Autopsy RoomAn autopsy is a procedure performed on a non-living body in order to learn valuable clues as to the cause death.  The word ‘autopsy’ comes from the Greek words ‘auto’ and ‘opsis’, meaning ‘to see for oneself’.  Who performs autopsies and how?  Why does it take so long to receive results, and how is the determination of death made?  To understand the answers to these questions, an explanation of the procedure known as an autopsy is helpful.

Before an autopsy is considered, of course, a death has to occur.  An autopsy is often required when a death seems to be from mysterious or suspicious circumstances.  Whether a murder, suicide, or natural causes, often these can be determined by autopsy.  The police, a coroner, or even the family of the deceased can request an autopsy.  An autopsy will not adversely affect the possibility of an open casket at the funeral.

A coroner is usually a medical doctor, or pathologist, who investigates suspicious deaths.  A pathologist or pathology assistant usually performs an autopsy.  A pathologist is a medical doctor who specializes in normal and diseased human tissue.  He or she is responsible for examination of the tissue and may oversee the medical professionals who perform testing on blood and body fluids.  Tissue will be obtained from several or all of the body’s organs, including the liver, kidneys, heart, brain, skin and others.

Before making any incisions, the body is examined for any injuries or suspicious marks such as bruises, needle marks, wounds, or other conditions.  If, for example, a puncture wound is found, the length, width and depth will be measured.  The pathologist notes everything, often using a microphone and recorder. Once removed, the organs are weighed and measured, tissue samples taken and put aside for specific tests.  The contents of the stomach and intestines will be examined to determine what, if anything, the person had ingested prior to death.  Sometimes a time frame for the death can be estimated by the stage of digestion of anything found here.  After the autopsy, all the organs can be replaced in the abdomen before suturing the body. 

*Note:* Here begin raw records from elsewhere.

"""The rows of a text whose cells are parted by a delimiter alone: split when they are asked for."""

from __future__ import annotations

import re
from collections.abc import Iterator, Sequence
from typing import overload

import numpy as np

from reporter.logged import Counts

#: A letter that is no T between date and time.
_LETTER = re.compile(r"(?!(?<=\d)T\d)[^\W\d_]")
_ZEROES = ("02", "0 2")
#: Bytes of a cell that are looked at as one number.
_WORD = 8
#: A text file with a longer cell, in characters, is no table.
MAX_CELL = 4_000


class PlainRows(Sequence[tuple[str, ...]]):
    """The rows of a text without quotation marks: what the csv module gives, a row at a time or by column.

    Parameters
    ----------
    lines
        The lines of the text, without their ends.
    delimiter
        What parts the cells of a line.
    """

    __slots__ = ("_widths", "delimiter", "lines")

    def __init__(self, lines: Sequence[str], delimiter: str) -> None:
        self.lines, self.delimiter = lines, delimiter
        self._widths: list[int] | None = None

    def __len__(self) -> int:
        return len(self.lines)

    @overload
    def __getitem__(self, index: int) -> tuple[str, ...]: ...
    @overload
    def __getitem__(self, index: slice) -> Sequence[tuple[str, ...]]: ...
    def __getitem__(self, index: int | slice) -> tuple[str, ...] | Sequence[tuple[str, ...]]:
        if isinstance(index, slice):
            return PlainRows(self.lines[index], self.delimiter)
        line = self.lines[index]
        return tuple(line.split(self.delimiter)) if line else ()

    def __iter__(self) -> Iterator[tuple[str, ...]]:
        mark = self.delimiter
        return (tuple(line.split(mark)) if line else () for line in self.lines)

    @property
    def widths(self) -> list[int]:
        """The number of cells of each row."""
        if self._widths is None:
            self._widths = [line.count(self.delimiter) + 1 if line else 0 for line in self.lines]
        return self._widths

    def filled(self) -> Iterator[int]:
        """Positions of the rows that hold more than delimiters and blanks."""
        return (number for number, line in enumerate(self.lines) if line.replace(self.delimiter, "").strip())

    def wordy(self) -> list[int]:
        """Positions of the rows with a letter, or the digits that may stand for O2: a header holds either."""
        mark = self.delimiter
        zero, found = f"{mark}02{mark}", []
        for number, line in enumerate(self.lines):
            if line.isascii() and line.lower() == line.upper() and (mark == "\t" or "\t" not in line):
                if zero in f"{mark}{line.replace(' ', '')}{mark}":
                    found.append(number)
            elif _LETTER.search(line) or any(cell.strip() in _ZEROES for cell in line.split(mark)):
                found.append(number)
        return found

    @property
    def end(self) -> int:
        """One past the last row that holds more than delimiters and blanks."""
        rows = range(len(self.lines), 0, -1)
        return next((row for row in rows if self.lines[row - 1].replace(self.delimiter, "").strip()), 0)

    def columns(self, columns: Sequence[int], rows: Sequence[int]) -> list[list[str | None]]:
        """The cells of some columns in some rows, None where a row is short."""
        lines = self.lines if len(rows) == len(self.lines) else [self.lines[row] for row in rows]
        widths = {self.widths[row] for row in rows}
        if len(columns) == 1 and columns[0] < min(widths, default=0):
            most = columns[0] + 1
            return [[line.split(self.delimiter, most)[columns[0]] for line in lines]]
        if len(widths) == 1 and (width := widths.pop()):
            cells: list[str | None] = [*self.delimiter.join(lines).split(self.delimiter)]
            return [cells[c::width] if c < width else [None] * len(rows) for c in columns]
        split = [self[row] for row in rows]
        return [[cells[c] if c < len(cells) else None for cells in split] for c in columns]

    def coded(self, columns: Sequence[int], rows: Sequence[int]) -> list[tuple[list[str], Counts]] | None:
        """The different cells of some columns, and for each row the position of its own among them.

        None where a row has another number of cells, or a cell is longer than eight plain characters.
        """
        widths = {self.widths[row] for row in rows}
        text = "\n".join([self.lines[row] for row in rows]) + "\n"
        if len(widths) != 1 or not text.isascii():
            return None
        width = widths.pop()
        if max(columns, default=0) >= width:
            return None
        data = text.encode() + bytes(_WORD)
        marks = np.frombuffer(data, dtype=np.uint8)[: len(text)]
        ends = np.flatnonzero((marks == ord(self.delimiter)) | (marks == ord("\n"))).reshape(len(rows), width)
        starts = np.append(0, ends.ravel()[:-1] + 1).reshape(len(rows), width)
        words = np.ndarray((len(text),), dtype="<u8", buffer=data, strides=(1,))
        found = []
        for column in columns:
            lengths = ends[:, column] - starts[:, column]
            if lengths.max() > _WORD:
                return None
            rest = (8 * (_WORD - lengths)).astype(np.uint64)
            own = np.where(lengths == 0, np.uint64(0), words[starts[:, column]] << rest >> rest)
            each, codes = np.unique(own, return_inverse=True)
            found.append(([word.to_bytes(_WORD, "little").rstrip(b"\0").decode() for word in each.tolist()], codes))
        return found


def plain_rows(text: str, delimiter: str) -> PlainRows | None:
    """The rows of a text; None where only the csv module can tell them: quotation marks, or a very long cell."""
    if '"' in text:
        return None
    if "\r" in text:
        text = text.replace("\r\n", "\n").replace("\r", "\n")
    lines = text.split("\n")
    if not lines[-1]:
        lines.pop()
    if max(map(len, lines), default=0) > MAX_CELL and any(
        max(map(len, line.split(delimiter))) > MAX_CELL for line in lines if len(line) > MAX_CELL
    ):
        return None
    return PlainRows(lines, delimiter)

Blood and body fluids are sampled also.  If the deceased person had not been under treatment of a physician, routine blood testing will be done to check the general health of several of the body’s systems before death occurred.  If no apparent cause of death is found during the autopsy, such as a clot in the heart to indicate a heart attack, several samples will be tested for drugs or chemicals.  Often these samples cause a delay in autopsy results.

These samples are often sent to an outside laboratory that specializes in toxicology testing.  A procedure known as chain of custody is used to ensure any fluids sent to any other laboratories are not tampered with.  Specimens are placed in the proper containers and sealed with evidence tape, then placed in a sealed plastic bag for transport.  Anyone who handles the specimen, from the person who collected and placed it in the container and bag, to the courier who transports it, to the person who receives it at the testing facility, and the technologist who actually performs the tests, will sign the documents accompanying the specimens. 

There will be an initial screening for a long list of drugs including prescription, over-the-counter, and illegal drugs.  Screening may indicate the possibility of one or several specific drugs, or drug types, but is not considered conclusive.  Samples that have had an initial positive on a screening test will be further analyzed to determine exactly which drugs and the quantity of any drugs.   The initial screen is often a quick test for several specific drugs or drug types.  Screening tests can sometimes be falsely positive due to interfering substances present in the sample.  Screening tests cannot be used as legal evidence because they are not specific.  The confirming tests take longer and are very specific for each drug.

Depending on what type of drug or chemical produced a positive screen result, tests that are more specific will be performed.  There are several methods used, depending on which drugs or chemicals are suspected.  These specific test results are conclusive and can be used as legal evidence.  Not only will these tests reveal what drugs or chemicals are present in the body, but at what quantity.  It can be determined whether the drug or chemical level was enough to cause death.  If there is any question about the validity of a test, it will be repeated.  Everything is checked and rechecked.

Once the autopsy is complete, any organs that have been removed will be placed into the abdominal cavity, and the incision sutured closed. 

The pathologist or coroner receives all the results for the tests performed.  He or she will review all these results along with their own findings obtained from the physical examination of the body to come to a conclusion for the cause of death.  Once a conclusion is made, the official cause of death can be reported on the death certificate.  In most instances, an autopsy provides conclusive results for the cause of death.  It is unusual to be unable to make a conclusion regarding the cause of death after an autopsy, but it is not unheard of. 

In high profile cases, whether a murder or mysterious death of a well-known person, the pressure is on for a quick conclusion.  Not wanting any mistakes to be made, the pathologist or coroner is likely to take extra time in making the determination of cause of death.  This is especially true in a case of a young, seemingly healthy, individual who has passed away unexpectedly. It is in the best interest of everyone to make the correct determination the first time.  No one wants to have a body exhumed years later to check on something that should have been done the first time. 

In this day of microwave dinners and quick sound bytes of news, it seems that everyone wants a quick answer.  Determining the cause of death is a case when patience and persistence towards the truth must prevail.